Look through the data below and extract, unchanged, the lines from the one that contains "in all sentences." to the one that contains "writes into a", both included.

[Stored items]
[Start of Attachment]
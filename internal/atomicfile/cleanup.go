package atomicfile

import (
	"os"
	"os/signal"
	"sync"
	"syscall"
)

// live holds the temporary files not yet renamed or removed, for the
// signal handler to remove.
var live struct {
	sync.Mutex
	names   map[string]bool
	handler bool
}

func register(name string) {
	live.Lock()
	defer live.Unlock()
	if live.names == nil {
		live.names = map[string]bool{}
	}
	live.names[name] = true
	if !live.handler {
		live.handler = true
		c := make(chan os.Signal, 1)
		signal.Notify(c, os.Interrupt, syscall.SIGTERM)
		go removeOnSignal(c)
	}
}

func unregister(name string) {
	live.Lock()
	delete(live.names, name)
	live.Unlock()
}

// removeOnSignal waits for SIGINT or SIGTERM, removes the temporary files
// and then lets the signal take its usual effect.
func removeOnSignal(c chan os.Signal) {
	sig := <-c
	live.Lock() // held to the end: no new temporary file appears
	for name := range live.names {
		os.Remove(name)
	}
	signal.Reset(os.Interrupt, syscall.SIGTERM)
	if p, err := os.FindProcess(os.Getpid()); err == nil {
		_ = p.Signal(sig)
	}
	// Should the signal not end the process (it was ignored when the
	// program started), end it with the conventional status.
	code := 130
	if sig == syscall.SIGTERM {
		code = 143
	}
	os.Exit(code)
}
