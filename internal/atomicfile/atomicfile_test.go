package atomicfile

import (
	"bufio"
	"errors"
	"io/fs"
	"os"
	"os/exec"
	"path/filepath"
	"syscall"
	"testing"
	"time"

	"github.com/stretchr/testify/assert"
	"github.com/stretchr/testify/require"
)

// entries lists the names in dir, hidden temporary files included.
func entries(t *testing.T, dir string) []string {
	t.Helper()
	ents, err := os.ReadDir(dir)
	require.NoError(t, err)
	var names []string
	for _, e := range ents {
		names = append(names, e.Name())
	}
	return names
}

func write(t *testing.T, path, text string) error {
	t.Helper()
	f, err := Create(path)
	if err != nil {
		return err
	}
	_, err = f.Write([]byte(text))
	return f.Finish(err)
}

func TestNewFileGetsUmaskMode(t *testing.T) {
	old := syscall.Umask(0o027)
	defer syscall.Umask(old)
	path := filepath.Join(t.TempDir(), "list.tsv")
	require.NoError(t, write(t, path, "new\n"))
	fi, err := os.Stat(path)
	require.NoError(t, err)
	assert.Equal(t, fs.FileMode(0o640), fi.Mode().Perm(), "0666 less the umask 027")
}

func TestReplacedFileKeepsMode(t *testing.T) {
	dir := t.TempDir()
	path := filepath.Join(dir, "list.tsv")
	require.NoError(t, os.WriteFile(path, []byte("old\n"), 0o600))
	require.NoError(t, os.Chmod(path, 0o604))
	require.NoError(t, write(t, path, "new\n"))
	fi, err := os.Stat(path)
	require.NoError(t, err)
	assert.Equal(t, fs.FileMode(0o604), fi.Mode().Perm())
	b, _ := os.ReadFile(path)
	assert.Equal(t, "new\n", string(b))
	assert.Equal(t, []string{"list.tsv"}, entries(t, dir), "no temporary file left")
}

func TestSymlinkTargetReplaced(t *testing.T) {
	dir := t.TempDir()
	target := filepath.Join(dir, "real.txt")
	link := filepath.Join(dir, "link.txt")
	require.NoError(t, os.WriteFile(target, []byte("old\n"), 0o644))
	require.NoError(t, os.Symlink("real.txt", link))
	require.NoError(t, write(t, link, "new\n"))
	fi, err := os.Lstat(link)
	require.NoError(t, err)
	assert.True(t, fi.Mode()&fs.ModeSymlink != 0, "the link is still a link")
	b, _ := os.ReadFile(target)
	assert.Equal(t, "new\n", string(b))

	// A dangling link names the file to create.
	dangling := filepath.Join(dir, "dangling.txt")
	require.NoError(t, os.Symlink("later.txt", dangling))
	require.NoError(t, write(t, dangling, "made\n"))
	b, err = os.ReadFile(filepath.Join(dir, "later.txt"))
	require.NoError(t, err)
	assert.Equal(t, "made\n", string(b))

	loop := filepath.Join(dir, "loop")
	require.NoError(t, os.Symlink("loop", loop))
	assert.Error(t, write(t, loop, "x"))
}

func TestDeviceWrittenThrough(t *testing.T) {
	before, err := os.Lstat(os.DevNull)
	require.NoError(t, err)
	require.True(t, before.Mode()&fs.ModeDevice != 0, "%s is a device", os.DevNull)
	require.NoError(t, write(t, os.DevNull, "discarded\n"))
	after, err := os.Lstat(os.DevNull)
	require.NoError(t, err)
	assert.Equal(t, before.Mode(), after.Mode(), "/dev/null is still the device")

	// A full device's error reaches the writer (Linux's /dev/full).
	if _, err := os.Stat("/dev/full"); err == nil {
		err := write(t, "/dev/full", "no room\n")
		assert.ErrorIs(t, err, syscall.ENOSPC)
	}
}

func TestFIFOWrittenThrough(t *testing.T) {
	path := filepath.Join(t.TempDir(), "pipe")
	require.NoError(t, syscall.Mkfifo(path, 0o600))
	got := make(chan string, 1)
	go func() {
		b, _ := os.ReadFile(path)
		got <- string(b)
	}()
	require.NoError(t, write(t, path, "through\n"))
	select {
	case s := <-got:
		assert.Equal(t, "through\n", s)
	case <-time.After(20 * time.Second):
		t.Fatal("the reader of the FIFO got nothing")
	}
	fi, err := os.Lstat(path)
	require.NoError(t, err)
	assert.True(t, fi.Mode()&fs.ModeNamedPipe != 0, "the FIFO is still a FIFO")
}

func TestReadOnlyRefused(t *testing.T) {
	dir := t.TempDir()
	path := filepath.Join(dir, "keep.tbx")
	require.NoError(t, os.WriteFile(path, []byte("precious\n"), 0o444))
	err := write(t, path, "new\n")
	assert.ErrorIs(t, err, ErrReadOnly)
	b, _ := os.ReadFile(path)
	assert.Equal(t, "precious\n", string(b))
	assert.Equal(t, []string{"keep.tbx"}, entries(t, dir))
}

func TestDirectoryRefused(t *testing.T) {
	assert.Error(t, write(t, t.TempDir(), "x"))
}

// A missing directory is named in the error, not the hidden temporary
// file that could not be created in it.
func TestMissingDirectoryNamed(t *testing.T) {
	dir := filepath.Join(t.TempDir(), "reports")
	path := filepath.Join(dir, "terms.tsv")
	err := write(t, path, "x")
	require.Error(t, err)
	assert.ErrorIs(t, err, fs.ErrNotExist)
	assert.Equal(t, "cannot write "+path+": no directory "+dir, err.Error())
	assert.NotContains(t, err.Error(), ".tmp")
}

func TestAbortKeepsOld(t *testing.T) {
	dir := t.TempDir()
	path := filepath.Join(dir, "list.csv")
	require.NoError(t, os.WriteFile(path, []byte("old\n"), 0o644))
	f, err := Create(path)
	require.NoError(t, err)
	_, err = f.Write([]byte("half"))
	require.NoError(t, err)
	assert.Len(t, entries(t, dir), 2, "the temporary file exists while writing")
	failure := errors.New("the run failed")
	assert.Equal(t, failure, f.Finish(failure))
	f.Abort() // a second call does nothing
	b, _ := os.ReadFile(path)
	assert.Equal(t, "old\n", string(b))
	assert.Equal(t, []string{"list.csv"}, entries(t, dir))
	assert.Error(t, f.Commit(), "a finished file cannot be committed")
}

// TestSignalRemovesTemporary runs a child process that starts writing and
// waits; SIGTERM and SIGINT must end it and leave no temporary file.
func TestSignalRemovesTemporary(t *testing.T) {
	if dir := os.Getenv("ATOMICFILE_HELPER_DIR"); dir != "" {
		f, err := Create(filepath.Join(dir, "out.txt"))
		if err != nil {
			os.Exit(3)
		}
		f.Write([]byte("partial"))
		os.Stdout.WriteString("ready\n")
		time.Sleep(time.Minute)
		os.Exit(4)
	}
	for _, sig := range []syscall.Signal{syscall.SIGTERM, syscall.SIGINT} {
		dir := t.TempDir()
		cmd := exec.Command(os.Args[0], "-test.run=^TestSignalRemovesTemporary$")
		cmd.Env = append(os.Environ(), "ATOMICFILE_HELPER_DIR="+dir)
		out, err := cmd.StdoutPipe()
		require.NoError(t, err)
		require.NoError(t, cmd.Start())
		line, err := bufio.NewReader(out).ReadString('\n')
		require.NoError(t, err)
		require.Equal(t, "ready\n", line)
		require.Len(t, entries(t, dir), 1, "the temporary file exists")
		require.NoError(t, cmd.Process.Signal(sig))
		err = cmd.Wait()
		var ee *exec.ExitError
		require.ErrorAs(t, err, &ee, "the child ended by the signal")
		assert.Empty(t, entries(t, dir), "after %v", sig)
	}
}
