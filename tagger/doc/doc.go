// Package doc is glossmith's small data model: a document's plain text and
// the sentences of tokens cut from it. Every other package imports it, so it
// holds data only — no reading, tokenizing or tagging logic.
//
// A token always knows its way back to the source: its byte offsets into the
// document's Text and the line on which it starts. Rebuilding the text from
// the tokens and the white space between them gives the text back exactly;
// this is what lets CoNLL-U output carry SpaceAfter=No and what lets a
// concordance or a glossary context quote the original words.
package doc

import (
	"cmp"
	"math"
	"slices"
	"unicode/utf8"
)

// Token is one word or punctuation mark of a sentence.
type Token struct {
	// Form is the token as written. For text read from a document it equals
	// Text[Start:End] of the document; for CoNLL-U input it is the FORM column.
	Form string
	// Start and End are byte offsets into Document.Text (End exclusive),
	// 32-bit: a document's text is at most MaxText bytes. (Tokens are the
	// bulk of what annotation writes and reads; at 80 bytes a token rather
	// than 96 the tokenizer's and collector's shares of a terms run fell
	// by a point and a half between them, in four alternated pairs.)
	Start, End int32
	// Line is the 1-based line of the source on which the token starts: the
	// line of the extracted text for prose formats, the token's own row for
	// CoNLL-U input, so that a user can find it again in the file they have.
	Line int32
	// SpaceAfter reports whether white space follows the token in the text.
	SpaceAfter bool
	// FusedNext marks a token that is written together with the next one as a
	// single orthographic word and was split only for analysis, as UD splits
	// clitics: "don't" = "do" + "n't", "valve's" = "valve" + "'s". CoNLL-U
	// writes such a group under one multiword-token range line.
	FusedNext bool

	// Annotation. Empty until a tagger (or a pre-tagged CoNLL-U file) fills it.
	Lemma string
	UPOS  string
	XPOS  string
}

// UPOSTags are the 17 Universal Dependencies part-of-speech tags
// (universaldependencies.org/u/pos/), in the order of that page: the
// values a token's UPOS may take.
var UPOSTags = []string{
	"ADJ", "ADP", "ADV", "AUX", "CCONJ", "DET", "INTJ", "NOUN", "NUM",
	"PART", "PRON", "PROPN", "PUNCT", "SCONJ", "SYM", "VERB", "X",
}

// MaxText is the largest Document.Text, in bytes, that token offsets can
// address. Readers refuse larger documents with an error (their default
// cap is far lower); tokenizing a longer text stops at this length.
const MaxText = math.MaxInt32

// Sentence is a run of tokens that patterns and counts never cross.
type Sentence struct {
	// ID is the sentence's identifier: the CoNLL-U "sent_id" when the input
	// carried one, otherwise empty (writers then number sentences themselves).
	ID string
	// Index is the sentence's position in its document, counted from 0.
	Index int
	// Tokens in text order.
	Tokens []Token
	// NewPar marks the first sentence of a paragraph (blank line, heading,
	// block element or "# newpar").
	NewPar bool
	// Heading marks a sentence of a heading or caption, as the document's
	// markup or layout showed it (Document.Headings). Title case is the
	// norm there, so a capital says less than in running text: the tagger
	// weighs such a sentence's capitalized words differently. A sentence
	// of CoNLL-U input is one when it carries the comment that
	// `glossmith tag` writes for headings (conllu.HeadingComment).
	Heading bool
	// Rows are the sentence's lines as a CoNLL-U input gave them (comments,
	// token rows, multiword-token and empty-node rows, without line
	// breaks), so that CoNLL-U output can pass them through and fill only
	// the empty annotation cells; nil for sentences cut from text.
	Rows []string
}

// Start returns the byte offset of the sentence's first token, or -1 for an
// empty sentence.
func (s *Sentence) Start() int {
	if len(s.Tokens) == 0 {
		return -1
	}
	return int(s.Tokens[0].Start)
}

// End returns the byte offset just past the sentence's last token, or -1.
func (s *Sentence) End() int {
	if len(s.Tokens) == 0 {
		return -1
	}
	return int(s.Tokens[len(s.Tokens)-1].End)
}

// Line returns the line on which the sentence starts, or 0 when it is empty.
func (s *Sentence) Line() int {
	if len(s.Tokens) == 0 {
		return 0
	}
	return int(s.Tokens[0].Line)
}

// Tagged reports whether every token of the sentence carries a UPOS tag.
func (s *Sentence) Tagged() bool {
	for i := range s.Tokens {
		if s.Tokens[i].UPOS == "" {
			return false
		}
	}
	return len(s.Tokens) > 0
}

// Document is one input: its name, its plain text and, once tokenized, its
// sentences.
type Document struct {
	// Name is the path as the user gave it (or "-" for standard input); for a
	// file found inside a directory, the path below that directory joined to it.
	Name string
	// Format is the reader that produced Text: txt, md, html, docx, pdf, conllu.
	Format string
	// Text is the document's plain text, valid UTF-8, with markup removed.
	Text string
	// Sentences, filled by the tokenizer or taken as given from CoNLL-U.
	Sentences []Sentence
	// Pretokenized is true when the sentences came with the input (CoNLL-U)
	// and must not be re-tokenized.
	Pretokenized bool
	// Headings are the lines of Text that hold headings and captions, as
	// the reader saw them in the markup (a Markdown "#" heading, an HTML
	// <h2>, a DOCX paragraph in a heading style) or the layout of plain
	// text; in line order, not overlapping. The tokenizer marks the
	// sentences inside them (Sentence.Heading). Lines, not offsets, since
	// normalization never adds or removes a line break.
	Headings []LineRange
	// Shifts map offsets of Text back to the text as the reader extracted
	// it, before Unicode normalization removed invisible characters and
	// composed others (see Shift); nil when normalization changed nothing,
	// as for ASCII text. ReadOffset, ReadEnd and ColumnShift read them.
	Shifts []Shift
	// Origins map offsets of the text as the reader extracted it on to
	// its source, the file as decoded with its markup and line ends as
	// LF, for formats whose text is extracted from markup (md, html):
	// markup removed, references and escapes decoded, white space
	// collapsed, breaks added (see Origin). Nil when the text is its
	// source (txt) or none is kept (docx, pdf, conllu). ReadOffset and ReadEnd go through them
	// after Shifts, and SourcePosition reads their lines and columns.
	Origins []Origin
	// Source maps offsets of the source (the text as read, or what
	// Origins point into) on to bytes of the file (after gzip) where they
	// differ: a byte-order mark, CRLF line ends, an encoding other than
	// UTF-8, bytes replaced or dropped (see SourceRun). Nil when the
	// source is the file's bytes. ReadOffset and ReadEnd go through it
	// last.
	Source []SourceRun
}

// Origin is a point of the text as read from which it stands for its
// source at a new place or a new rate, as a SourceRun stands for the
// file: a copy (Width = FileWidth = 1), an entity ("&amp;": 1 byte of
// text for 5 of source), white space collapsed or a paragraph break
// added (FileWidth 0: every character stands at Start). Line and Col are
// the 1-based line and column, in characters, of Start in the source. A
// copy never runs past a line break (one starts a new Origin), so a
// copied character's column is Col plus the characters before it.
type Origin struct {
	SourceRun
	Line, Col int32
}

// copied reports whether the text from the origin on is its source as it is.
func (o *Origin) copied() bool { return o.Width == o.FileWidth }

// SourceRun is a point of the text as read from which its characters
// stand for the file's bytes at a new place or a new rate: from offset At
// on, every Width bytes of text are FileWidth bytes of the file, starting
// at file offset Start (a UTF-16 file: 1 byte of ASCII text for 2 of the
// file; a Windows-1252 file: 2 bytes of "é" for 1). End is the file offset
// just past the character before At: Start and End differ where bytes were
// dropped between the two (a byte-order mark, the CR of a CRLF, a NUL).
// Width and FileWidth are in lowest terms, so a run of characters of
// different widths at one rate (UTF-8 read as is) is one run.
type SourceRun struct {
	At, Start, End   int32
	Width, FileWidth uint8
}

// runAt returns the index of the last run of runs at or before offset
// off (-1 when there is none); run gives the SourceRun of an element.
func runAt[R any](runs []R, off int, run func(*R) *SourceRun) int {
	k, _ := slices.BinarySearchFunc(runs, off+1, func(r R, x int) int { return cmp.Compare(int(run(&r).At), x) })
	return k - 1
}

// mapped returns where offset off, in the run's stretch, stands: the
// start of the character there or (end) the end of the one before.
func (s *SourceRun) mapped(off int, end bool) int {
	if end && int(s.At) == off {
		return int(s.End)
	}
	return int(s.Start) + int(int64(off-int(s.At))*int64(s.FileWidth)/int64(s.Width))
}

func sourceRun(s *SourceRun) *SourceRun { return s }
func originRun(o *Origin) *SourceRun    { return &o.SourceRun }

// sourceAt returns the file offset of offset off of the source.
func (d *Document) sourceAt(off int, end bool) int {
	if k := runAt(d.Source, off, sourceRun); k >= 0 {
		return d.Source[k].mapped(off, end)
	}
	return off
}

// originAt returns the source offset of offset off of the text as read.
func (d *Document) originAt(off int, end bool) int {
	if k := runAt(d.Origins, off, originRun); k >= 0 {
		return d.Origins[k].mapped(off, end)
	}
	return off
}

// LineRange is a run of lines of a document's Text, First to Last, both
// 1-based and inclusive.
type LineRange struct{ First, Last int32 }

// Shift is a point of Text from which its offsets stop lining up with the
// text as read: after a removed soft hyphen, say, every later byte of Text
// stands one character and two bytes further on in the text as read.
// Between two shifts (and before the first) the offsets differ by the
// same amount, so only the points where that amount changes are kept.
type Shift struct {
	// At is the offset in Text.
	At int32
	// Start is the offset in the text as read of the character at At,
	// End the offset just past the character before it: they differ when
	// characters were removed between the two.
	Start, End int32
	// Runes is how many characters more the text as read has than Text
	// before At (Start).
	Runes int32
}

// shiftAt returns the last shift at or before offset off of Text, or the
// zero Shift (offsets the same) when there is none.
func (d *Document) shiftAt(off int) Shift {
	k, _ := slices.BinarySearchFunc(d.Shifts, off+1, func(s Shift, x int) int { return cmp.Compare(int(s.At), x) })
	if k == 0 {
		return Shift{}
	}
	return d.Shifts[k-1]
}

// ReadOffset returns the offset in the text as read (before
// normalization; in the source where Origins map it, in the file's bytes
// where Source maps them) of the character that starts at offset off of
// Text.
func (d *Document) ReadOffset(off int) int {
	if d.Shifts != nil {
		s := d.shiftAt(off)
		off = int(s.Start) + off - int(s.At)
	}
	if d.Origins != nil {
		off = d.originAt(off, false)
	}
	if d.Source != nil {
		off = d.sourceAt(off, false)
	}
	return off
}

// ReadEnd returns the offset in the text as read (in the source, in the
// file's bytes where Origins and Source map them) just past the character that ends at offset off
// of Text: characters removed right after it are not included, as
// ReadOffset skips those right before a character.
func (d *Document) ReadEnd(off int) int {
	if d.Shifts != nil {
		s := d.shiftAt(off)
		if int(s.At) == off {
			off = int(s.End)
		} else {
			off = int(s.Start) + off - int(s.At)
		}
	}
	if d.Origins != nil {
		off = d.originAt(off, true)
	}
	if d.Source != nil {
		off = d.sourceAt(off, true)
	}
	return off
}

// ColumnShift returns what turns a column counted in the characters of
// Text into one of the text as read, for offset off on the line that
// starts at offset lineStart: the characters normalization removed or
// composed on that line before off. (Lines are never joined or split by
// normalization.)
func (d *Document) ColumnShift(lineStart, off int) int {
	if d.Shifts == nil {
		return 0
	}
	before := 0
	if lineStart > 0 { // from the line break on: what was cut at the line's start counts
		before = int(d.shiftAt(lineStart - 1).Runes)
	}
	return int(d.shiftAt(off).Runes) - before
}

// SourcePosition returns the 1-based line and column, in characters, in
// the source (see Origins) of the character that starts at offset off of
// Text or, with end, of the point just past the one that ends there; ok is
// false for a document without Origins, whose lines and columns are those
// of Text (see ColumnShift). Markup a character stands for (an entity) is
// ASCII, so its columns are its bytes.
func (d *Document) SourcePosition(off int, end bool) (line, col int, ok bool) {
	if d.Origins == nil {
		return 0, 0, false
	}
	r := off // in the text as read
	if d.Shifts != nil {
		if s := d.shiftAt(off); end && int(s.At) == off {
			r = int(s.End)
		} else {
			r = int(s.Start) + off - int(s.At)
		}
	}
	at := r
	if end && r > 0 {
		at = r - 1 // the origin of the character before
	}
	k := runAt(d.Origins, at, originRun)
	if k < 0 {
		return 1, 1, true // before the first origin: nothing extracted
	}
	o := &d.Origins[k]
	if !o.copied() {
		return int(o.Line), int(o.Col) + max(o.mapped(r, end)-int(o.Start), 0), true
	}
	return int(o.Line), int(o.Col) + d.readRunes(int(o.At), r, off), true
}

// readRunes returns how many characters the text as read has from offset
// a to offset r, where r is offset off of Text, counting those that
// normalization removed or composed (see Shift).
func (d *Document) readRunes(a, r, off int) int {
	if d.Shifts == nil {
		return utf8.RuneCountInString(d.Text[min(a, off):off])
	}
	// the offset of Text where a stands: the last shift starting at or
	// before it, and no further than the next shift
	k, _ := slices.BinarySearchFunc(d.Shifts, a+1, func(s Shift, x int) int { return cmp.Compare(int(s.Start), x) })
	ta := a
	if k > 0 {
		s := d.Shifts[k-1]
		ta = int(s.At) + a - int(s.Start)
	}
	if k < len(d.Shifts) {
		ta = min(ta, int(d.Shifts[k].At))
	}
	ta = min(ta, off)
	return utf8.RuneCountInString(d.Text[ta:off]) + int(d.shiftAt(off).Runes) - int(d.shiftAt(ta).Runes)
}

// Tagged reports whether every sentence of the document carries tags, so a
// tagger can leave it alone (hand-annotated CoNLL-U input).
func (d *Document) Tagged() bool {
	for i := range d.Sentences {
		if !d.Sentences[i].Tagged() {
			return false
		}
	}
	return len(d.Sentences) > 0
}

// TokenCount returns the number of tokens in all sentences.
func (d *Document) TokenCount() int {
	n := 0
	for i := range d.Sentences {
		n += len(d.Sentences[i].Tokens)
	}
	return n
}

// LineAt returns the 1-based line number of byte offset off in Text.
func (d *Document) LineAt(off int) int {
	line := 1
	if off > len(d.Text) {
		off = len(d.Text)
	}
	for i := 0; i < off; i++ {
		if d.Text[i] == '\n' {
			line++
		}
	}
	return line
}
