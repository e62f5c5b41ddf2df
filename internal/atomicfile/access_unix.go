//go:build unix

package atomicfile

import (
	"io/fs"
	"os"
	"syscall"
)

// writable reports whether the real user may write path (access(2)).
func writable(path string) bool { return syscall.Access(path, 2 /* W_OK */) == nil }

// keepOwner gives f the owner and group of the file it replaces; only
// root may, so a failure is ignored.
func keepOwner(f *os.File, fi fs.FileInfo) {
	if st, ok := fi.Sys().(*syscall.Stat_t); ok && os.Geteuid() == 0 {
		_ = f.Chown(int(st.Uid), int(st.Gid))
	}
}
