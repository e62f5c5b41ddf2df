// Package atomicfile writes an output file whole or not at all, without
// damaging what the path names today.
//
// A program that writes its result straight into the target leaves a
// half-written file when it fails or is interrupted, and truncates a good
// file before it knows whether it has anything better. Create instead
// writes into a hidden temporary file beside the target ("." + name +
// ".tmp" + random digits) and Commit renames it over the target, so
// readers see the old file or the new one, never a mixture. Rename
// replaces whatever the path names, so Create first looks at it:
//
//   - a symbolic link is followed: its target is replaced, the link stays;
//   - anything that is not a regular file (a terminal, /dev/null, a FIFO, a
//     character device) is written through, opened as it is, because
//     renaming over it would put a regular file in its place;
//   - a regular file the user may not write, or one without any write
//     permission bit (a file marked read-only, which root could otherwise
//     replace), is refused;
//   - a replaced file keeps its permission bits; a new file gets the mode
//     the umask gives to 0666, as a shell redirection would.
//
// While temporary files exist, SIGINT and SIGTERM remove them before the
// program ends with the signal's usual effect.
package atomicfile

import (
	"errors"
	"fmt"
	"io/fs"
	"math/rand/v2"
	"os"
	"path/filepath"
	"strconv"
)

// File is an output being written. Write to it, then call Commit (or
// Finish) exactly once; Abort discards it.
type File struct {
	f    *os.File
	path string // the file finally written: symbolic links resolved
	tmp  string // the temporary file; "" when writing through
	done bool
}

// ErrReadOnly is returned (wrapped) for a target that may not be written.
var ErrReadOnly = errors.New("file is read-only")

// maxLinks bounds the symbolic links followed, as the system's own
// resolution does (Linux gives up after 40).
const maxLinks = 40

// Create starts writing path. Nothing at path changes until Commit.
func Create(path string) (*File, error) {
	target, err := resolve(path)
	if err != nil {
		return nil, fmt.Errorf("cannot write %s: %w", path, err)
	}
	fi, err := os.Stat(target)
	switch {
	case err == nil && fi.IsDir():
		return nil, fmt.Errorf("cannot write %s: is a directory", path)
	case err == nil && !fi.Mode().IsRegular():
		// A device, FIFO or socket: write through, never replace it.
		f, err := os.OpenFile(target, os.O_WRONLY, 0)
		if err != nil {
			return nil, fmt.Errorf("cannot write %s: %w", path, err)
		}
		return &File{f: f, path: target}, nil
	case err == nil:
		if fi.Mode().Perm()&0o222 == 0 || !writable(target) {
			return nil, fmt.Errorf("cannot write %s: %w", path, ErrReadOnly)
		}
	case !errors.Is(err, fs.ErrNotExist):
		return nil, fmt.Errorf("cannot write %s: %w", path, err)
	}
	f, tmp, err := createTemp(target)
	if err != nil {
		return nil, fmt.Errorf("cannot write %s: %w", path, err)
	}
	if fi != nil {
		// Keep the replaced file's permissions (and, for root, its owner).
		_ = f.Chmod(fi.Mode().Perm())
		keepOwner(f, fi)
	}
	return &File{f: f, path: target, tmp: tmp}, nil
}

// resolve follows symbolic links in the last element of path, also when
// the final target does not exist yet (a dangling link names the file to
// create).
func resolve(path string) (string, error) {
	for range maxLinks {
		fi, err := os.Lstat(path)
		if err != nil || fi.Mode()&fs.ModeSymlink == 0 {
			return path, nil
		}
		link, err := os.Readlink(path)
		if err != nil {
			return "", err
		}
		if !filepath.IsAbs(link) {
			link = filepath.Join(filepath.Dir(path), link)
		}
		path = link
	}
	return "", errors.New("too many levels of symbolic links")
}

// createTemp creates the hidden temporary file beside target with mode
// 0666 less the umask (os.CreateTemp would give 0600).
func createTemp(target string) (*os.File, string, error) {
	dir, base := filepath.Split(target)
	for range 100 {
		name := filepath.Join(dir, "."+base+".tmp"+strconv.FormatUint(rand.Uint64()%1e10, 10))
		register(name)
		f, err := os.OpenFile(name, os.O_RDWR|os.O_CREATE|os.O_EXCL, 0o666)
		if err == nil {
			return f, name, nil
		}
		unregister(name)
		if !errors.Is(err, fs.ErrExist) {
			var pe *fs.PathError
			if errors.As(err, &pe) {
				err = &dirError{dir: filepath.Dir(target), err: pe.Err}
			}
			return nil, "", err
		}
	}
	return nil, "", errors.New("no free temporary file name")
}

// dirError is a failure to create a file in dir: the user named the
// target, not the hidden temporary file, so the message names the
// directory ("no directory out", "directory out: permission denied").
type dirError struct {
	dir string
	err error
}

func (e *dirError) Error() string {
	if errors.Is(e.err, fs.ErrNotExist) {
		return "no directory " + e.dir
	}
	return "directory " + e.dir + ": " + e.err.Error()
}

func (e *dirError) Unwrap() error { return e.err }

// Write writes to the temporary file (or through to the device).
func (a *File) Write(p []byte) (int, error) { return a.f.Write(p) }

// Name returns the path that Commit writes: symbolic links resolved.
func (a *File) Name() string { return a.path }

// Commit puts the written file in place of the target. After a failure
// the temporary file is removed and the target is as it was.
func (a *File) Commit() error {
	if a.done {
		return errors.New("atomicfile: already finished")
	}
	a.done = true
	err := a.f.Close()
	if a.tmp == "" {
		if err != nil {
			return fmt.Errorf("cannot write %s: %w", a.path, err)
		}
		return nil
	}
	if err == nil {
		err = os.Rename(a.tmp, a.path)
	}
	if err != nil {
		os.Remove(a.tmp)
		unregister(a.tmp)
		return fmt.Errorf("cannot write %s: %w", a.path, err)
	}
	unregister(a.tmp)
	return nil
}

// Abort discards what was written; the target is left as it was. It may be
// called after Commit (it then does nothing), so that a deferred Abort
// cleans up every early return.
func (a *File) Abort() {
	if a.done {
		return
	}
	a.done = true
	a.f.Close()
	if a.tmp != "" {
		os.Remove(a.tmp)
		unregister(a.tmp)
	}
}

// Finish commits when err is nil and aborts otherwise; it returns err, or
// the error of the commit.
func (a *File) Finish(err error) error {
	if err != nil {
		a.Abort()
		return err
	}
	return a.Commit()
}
[End of Attachment]
PROBLEM SOLUTION
// TokenCount returns the number of tokens in all sentences.
func (d *Document) TokenCount() int {
	n := 0
	for i := range d.Sentences {
		n += len(d.Sentences[i].Tokens)
	}
	return n
}

// LineAt returns the 1-based line number of byte offset off in Text.
func (d *Document) LineAt(off int) int {
	line := 1
	if off > len(d.Text) {
		off = len(d.Text)
	}
	for i := 0; i < off; i++ {
		if d.Text[i] == '\n' {
			line++
		}
	}
	return line
}
repository e62f5c5b41ddf2df
filename internal/atomicfile/access_unix.go
//go:build unix

package atomicfile

import (
	"io/fs"
	"os"
	"syscall"
)

// writable reports whether the real user may write path (access(2)).
func writable(path string) bool { return syscall.Access(path, 2 /* W_OK */) == nil }

// keepOwner gives f the owner and group of the file it replaces; only
// root may, so a failure is ignored.
func keepOwner(f *os.File, fi fs.FileInfo) {
	if st, ok := fi.Sys().(*syscall.Stat_t); ok && os.Geteuid() == 0 {
		_ = f.Chown(int(st.Uid), int(st.Gid))
	}
}
repository e62f5c5b41ddf2df
// Package atomicfile writes an output file whole or not at all, without
// damaging what the path names today.
//
// A program that writes its result straight into the target leaves a
// half-written file when it fails or is interrupted, and truncates a good
// file before it knows whether it has anything better. Create instead
// writes into a hidden temporary file beside the target ("." + name +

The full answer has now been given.